第8章 響かせろ、もっと遠くまで
「…っ…こ…こんにちは。炎柱様…その件につきましては…ご自分の心に聞いていただければ……」
そう自ら口走ったものの
…だめだめ。そんなこと言ったら、あの件についての話題を自分から振るのと一緒じゃない。機能回復訓練!私はそのためにここにいるの。こんな胡蝶様の背中に馬鹿みたいに隠れて痴態を晒すために来たんじゃない!そう。これは任務。お仕事。気持ちを切り替えるの…っ!
フッと自分の中で、素の自分と外行きの自分を切り替え、胡蝶様に寄せていた身体も離し、シャンと背筋を伸ばし炎柱の目をじっと見返し
「胡蝶様のご依頼で、私も炎柱様の機能回復訓練をお手伝いさせてもらうことになりました。少しでも炎柱様のお役に立てるように頑張りますので何でも言ってください」
淡々とした口調でそう言った。
そんな私の様子を炎柱様はきょとんとした様子で見ており、胡蝶様は肩をほんの少し震わせながら
「…その態度は…ちょっと…無理が…あるのでは…ないでしょうか…」
懸命に笑いを堪えているのか、言葉を途切れさせながらそう言った。
「…っそんなことはありません!さぁ。時間がもったいないです。機能回復訓練、始めましょう!」
そう言って無理矢理会話を切り上げようとする私に
「むぅ…」
炎柱様はそう不満げな顔をしながら言った。
「仕方ない。訓練を終えたら話をしよう。では胡蝶!荒山と取り組む訓練はなんだ?君の継子とやった、鬼ごっこか?もしくはお茶をかけあう反射訓練か?」
炎柱様は先程までの様子とは一変し、早く訓練をしたいと言わんばかりに胡蝶様へと詰め寄っている。

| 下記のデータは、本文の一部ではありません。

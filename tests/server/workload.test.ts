import { afterEach, beforeAll, describe, expect, it, vi } from 'vitest';
import type { AthleteWorkload } from '../../shared/schemas/workload';
import { isoWeek, localDay } from '../../shared/workload/calendar';
import { YOUTH_CAUTION_TEXT } from '../../shared/workload/cautions';
import { AthleteProfile, Club, createClubFixture, testApp, type ClubFixture } from '../support/app';
import { recordFlights, recordSession, times } from '../support/records';

/** Fakes only the clock (not the timers the database driver needs). */
function at(iso: string): void {
  vi.useFakeTimers({ toFake: ['Date'] });
  vi.setSystemTime(new Date(iso));
}

afterEach(() => {
  vi.useRealTimers();
});

async function workloadOf(f: ClubFixture, athleteId: number, weeks = 2): Promise<AthleteWorkload> {
  const res = await f.coach.get(`/api/v1/clubs/${f.clubId}/athletes/${athleteId}/workload?weeks=${weeks}`);
  expect(res.status, JSON.stringify(res.body)).toBe(200);
  return res.body.data as AthleteWorkload;
}

describe('calendar of a club time zone', () => {
  it('numbers ISO weeks across a year end when the Thursday decides the year', () => {
    // ISO 8601: the week with the year's first Thursday is week 1 (common practice, checked against a printed calendar).
    expect(isoWeek('2026-01-01')).toBe('2026-W01');
    expect(isoWeek('2027-01-03')).toBe('2026-W53');
    expect(isoWeek('2027-01-04')).toBe('2027-W01');
    expect(isoWeek('2024-12-30')).toBe('2025-W01');
  });

  it('puts one instant on different days when the zones differ', () => {
    const instant = new Date('2026-03-01T20:30:00Z');
    expect(localDay(instant, 'UTC')).toBe('2026-03-01');
    expect(localDay(instant, 'Asia/Tokyo')).toBe('2026-03-02');
    expect(localDay(instant, 'America/Los_Angeles')).toBe('2026-03-01');
  });
});

describe('workload: counts per day and ISO week in the club’s time zone', () => {
  let f: ClubFixture;
  let athleteId: number;
  beforeAll(async () => {
    f = await createClubFixture(testApp());
    athleteId = f.members.athlete.athleteProfileId!;
    // Sunday 1 March and Monday 2 March 2026: the two sides of an ISO week boundary.
    const sunday = await recordSession(f.clubId, '2026-03-01');
    await recordFlights(f.clubId, sunday.clipId, times(3, { athleteId, action: 'punt' }));
    const monday = await recordSession(f.clubId, '2026-03-02');
    await recordFlights(f.clubId, monday.clipId, [...times(2, { athleteId, action: 'punt' }), { athleteId, action: 'drop_kick' }]);
    await recordFlights(f.clubId, monday.clipId, times(4, { athleteId: f.otherAthleteProfileId, action: 'punt' }));
  });

  it('lets the admin set an IANA time zone and refuses one Intl does not know', async () => {
    const ok = await f.admin.patch(`/api/v1/clubs/${f.clubId}`, { timeZone: 'Asia/Tokyo' });
    expect(ok.status).toBe(200);
    expect(ok.body.data.timeZone).toBe('Asia/Tokyo');
    const bad = await f.admin.patch(`/api/v1/clubs/${f.clubId}`, { timeZone: 'Mars/Olympus' });
    expect(bad.status).toBe(400);
    expect(bad.body.error.fields.timeZone).toMatch(/not known.*Europe\/Berlin/);
    const coach = await f.coach.patch(`/api/v1/clubs/${f.clubId}`, { timeZone: 'UTC' });
    expect(coach.status).toBe(403);
  });

  it('counts flights by their session day and sums each ISO week by action', async () => {
    at('2026-03-03T12:00:00Z');
    await Club.update({ timeZone: 'UTC' }, { where: { id: f.clubId } });
    const w = await workloadOf(f, athleteId);
    expect(w.today).toBe('2026-03-03');
    expect(w.week).toBe('2026-W10');
    expect(w.days.find((d) => d.key === '2026-03-01')?.byAction.punt).toEqual({ flights: 3, entered: 0, total: 3 });
    expect(w.days.find((d) => d.key === '2026-03-02')?.total).toBe(3);
    expect(w.weeks.map((x) => [x.key, x.total])).toEqual([
      ['2026-W09', 3],
      ['2026-W10', 3],
    ]);
    expect(w.weeks[1]!.byAction).toEqual({ punt: { flights: 2, entered: 0, total: 2 }, drop_kick: { flights: 1, entered: 0, total: 1 } });
  });

  it('starts the new week on the club’s Monday in a zone without daylight saving (Asia/Tokyo) while UTC is still on Sunday', async () => {
    at('2026-03-01T20:30:00Z'); // Monday 2 March, 05:30 in Tokyo (UTC+9 all year)
    await Club.update({ timeZone: 'Asia/Tokyo' }, { where: { id: f.clubId } });
    const tokyo = await workloadOf(f, athleteId, 1);
    expect(tokyo.timeZone).toBe('Asia/Tokyo');
    expect(tokyo.today).toBe('2026-03-02');
    expect(tokyo.week).toBe('2026-W10');
    expect(tokyo.days[0]!.key).toBe('2026-03-02');
    expect(tokyo.weeks).toEqual([expect.objectContaining({ key: '2026-W10', total: 3 })]);

    await Club.update({ timeZone: 'UTC' }, { where: { id: f.clubId } });
    const utc = await workloadOf(f, athleteId, 1);
    expect(utc.today).toBe('2026-03-01');
    expect(utc.weeks).toEqual([expect.objectContaining({ key: '2026-W09', total: 3 })]);
  });

  it('keeps Sunday evening in the old week in a zone behind UTC on its daylight-saving day (America/Los_Angeles)', async () => {
    // 8 March 2026 is the first day of daylight saving time in Los Angeles (UTC−7 from 02:00 local).
    at('2026-03-09T06:30:00Z'); // Sunday 8 March, 23:30 local; already Monday in UTC
    await Club.update({ timeZone: 'America/Los_Angeles' }, { where: { id: f.clubId } });
    const la = await workloadOf(f, athleteId, 1);
    expect(la.today).toBe('2026-03-08');
    expect(la.week).toBe('2026-W10');
    expect(la.weeks[0]!.total).toBe(3);
  });

  it('adds entered reps to the day the coach gives, and to today in the club’s zone when none is given', async () => {
    at('2026-03-01T20:30:00Z');
    await Club.update({ timeZone: 'Asia/Tokyo' }, { where: { id: f.clubId } });
    const entry = await f.coach.post(`/api/v1/clubs/${f.clubId}/workload-entries`, { athleteId, action: 'punt', count: 12, note: 'Field session, not filmed' });
    expect(entry.status, JSON.stringify(entry.body)).toBe(201);
    expect(entry.body.data).toMatchObject({ athleteId, action: 'punt', day: '2026-03-02', count: 12 });
    const w = await workloadOf(f, athleteId, 1);
    expect(w.days.find((d) => d.key === '2026-03-02')?.byAction.punt).toEqual({ flights: 2, entered: 12, total: 14 });
    expect(w.entries.map((e) => e.id)).toContain(entry.body.data.id);

    const removed = await f.coach.delete(`/api/v1/clubs/${f.clubId}/workload-entries/${entry.body.data.id}`);
    expect(removed.status).toBe(204);
    expect((await workloadOf(f, athleteId, 1)).days.find((d) => d.key === '2026-03-02')?.byAction.punt?.entered).toBe(0);
  });

  it('refuses an entry for a day after today, an unknown action, a teammate of another club and a count of 0', async () => {
    at('2026-03-01T20:30:00Z');
    await Club.update({ timeZone: 'UTC' }, { where: { id: f.clubId } });
    const future = await f.coach.post(`/api/v1/clubs/${f.clubId}/workload-entries`, { athleteId, action: 'punt', count: 5, day: '2026-03-02' });
    expect(future.status).toBe(400);
    expect(future.body.error.message).toMatch(/after today \(2026-03-01 in the club’s time zone\)/);
    const action = await f.coach.post(`/api/v1/clubs/${f.clubId}/workload-entries`, { athleteId, action: 'javelin_spin', count: 5 });
    expect(action.status).toBe(400);
    expect(action.body.error.fields.action).toBe('Pick an action from the list.');
    const other = await createClubFixture(f.app);
    const foreign = await f.coach.post(`/api/v1/clubs/${f.clubId}/workload-entries`, { athleteId: other.otherAthleteProfileId, action: 'punt', count: 5 });
    expect(foreign.status).toBe(400);
    expect(foreign.body.error.fields.athleteId).toBe('Pick an athlete from the squad.');
    const zero = await f.coach.post(`/api/v1/clubs/${f.clubId}/workload-entries`, { athleteId, action: 'punt', count: 0 });
    expect(zero.status).toBe(400);
    expect(zero.body.error.fields.count).toBe('Enter at least 1 rep.');
    const weeks = await f.coach.get(`/api/v1/clubs/${f.clubId}/athletes/${athleteId}/workload?weeks=40`);
    expect(weeks.status).toBe(400);
    expect(weeks.body.error.fields.weeks).toBe('weeks must be a whole number from 1 to 26.');
  });

  it('shows an athlete their own workload and answers 404 for a teammate’s', async () => {
    const own = await f.athlete.get(`/api/v1/clubs/${f.clubId}/athletes/${athleteId}/workload`);
    expect(own.status).toBe(200);
    const teammate = await f.athlete.get(`/api/v1/clubs/${f.clubId}/athletes/${f.otherAthleteProfileId}/workload`);
    expect(teammate.status).toBe(404);
  });
});

describe('workload: club thresholds and youth cautions', () => {
  let f: ClubFixture;
  let youthId: number;
  let adultId: number;
  beforeAll(async () => {
    f = await createClubFixture(testApp());
    youthId = f.members.athlete.athleteProfileId!;
    adultId = f.otherAthleteProfileId;
    await AthleteProfile.update({ birthYear: 2012 }, { where: { id: youthId } }); // 14 in 2026: band 13–14
    await AthleteProfile.update({ birthYear: 1998 }, { where: { id: adultId } });
    const s = await recordSession(f.clubId, '2026-03-04');
    await recordFlights(f.clubId, s.clipId, [...times(6, { athleteId: youthId, action: 'punt' }), ...times(9, { athleteId: adultId, action: 'punt' })]);
  });

  it('ships no thresholds: a new club has none and gives no caution', async () => {
    at('2026-03-04T12:00:00Z');
    expect((await f.coach.get(`/api/v1/clubs/${f.clubId}/workload-thresholds`)).body.data).toEqual([]);
    expect((await workloadOf(f, youthId)).cautions).toEqual([]);
  });

  it('replaces the threshold table when the admin saves it and refuses bad rows with field messages', async () => {
    const bad = await f.admin.put(`/api/v1/clubs/${f.clubId}/workload-thresholds`, {
      thresholds: [{ action: 'punt', ageBand: '13-14', dailyMax: null, weeklyMax: null }],
    });
    expect(bad.status).toBe(400);
    expect(bad.body.error.fields['thresholds.0']).toBe('Give a daily or a weekly threshold (or both), or remove the row.');
    const dup = await f.admin.put(`/api/v1/clubs/${f.clubId}/workload-thresholds`, {
      thresholds: [
        { action: 'punt', ageBand: '13-14', dailyMax: 5, weeklyMax: null },
        { action: 'punt', ageBand: '13-14', dailyMax: 6, weeklyMax: null },
      ],
    });
    expect(dup.status).toBe(400);
    expect(dup.body.error.fields.thresholds).toBe('Each action and age band may appear once; merge the duplicate rows.');
    const unknown = await f.admin.put(`/api/v1/clubs/${f.clubId}/workload-thresholds`, { thresholds: [{ action: 'nope', ageBand: '13-14', dailyMax: 5, weeklyMax: null }] });
    expect(unknown.status).toBe(400);
    expect(unknown.body.error.fields['thresholds.0.action']).toBe('Pick an action from the list.');
    const coach = await f.coach.put(`/api/v1/clubs/${f.clubId}/workload-thresholds`, { thresholds: [] });
    expect(coach.status).toBe(403);

    const ok = await f.admin.put(`/api/v1/clubs/${f.clubId}/workload-thresholds`, {
      thresholds: [
        { action: 'punt', ageBand: '13-14', dailyMax: 5, weeklyMax: 20 },
        { action: 'punt', ageBand: '17-18', dailyMax: 2, weeklyMax: null },
      ],
    });
    expect(ok.status, JSON.stringify(ok.body)).toBe(200);
    expect(ok.body.data).toHaveLength(2);
  });

  it('cautions a youth over the daily threshold and not at it', async () => {
    at('2026-03-04T12:00:00Z');
    const w = await workloadOf(f, youthId);
    expect(w.ageBand).toBe('13-14');
    expect(w.thresholds).toEqual([{ action: 'punt', ageBand: '13-14', dailyMax: 5, weeklyMax: 20 }]);
    expect(w.cautions).toEqual([{ athleteId: youthId, action: 'punt', period: 'day', when: '2026-03-04', count: 6, limit: 5 }]);

    await f.admin.put(`/api/v1/clubs/${f.clubId}/workload-thresholds`, { thresholds: [{ action: 'punt', ageBand: '13-14', dailyMax: 6, weeklyMax: 20 }] });
    expect((await workloadOf(f, youthId)).cautions).toEqual([]);
  });

  it('cautions a youth over the weekly threshold once entered reps push the week over', async () => {
    at('2026-03-05T12:00:00Z');
    await f.coach.post(`/api/v1/clubs/${f.clubId}/workload-entries`, { athleteId: youthId, action: 'punt', count: 15, day: '2026-03-03' });
    const w = await workloadOf(f, youthId);
    expect(w.cautions).toEqual([{ athleteId: youthId, action: 'punt', period: 'week', when: '2026-W10', count: 21, limit: 20 }]);
  });

  it('never cautions an adult, whatever the counts', async () => {
    at('2026-03-04T12:00:00Z');
    await f.admin.put(`/api/v1/clubs/${f.clubId}/workload-thresholds`, {
      thresholds: AGE_BANDS_ALL.map((ageBand) => ({ action: 'punt', ageBand, dailyMax: 1, weeklyMax: 1 })),
    });
    const adult = await workloadOf(f, adultId);
    expect(adult.ageBand).toBeNull();
    expect(adult.thresholds).toEqual([]);
    expect(adult.cautions).toEqual([]);
  });

  it('lists the youths over a caution for the staff, and the Overview carries them', async () => {
    at('2026-03-04T12:00:00Z');
    const res = await f.coach.get(`/api/v1/clubs/${f.clubId}/workload/cautions`);
    expect(res.status).toBe(200);
    expect(res.body.data).toEqual([
      {
        athleteId: youthId,
        athleteName: 'Fixture Athlete',
        cautions: [
          { athleteId: youthId, action: 'punt', period: 'day', when: '2026-03-04', count: 6, limit: 1 },
          { athleteId: youthId, action: 'punt', period: 'week', when: '2026-W10', count: 21, limit: 1 },
        ],
      },
    ]);
    const overview = await f.coach.get(`/api/v1/clubs/${f.clubId}/overview`);
    expect(overview.body.data.staff.cautions.map((c: { athleteId: number }) => c.athleteId)).toEqual([youthId]);
  });

  it('words the caution as a reminder that defers to the governing body, local guidance and licensed medical practice', () => {
    expect(YOUTH_CAUTION_TEXT).toMatch(/overuse injuries/);
    expect(YOUTH_CAUTION_TEXT).toMatch(/governing body/);
    expect(YOUTH_CAUTION_TEXT).toMatch(/local rules/);
    expect(YOUTH_CAUTION_TEXT).toMatch(/licensed medical professional/);
    expect(YOUTH_CAUTION_TEXT).toMatch(/not medical advice/);
  });
});

const AGE_BANDS_ALL = ['u11', '11-12', '13-14', '15-16', '17-18'] as const;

「…煉獄さん。距離感がおかしいようなので少し離れてもらってもいいでしょうか?」
先程までよりもほんの僅かに目を細めそう言った胡蝶様に
そうです!そうなんです!私もそれがずっと、ずっと、ずーっと言いたかったんです!流石、同じ柱の胡蝶様!
心の中で激しく同意してしまった。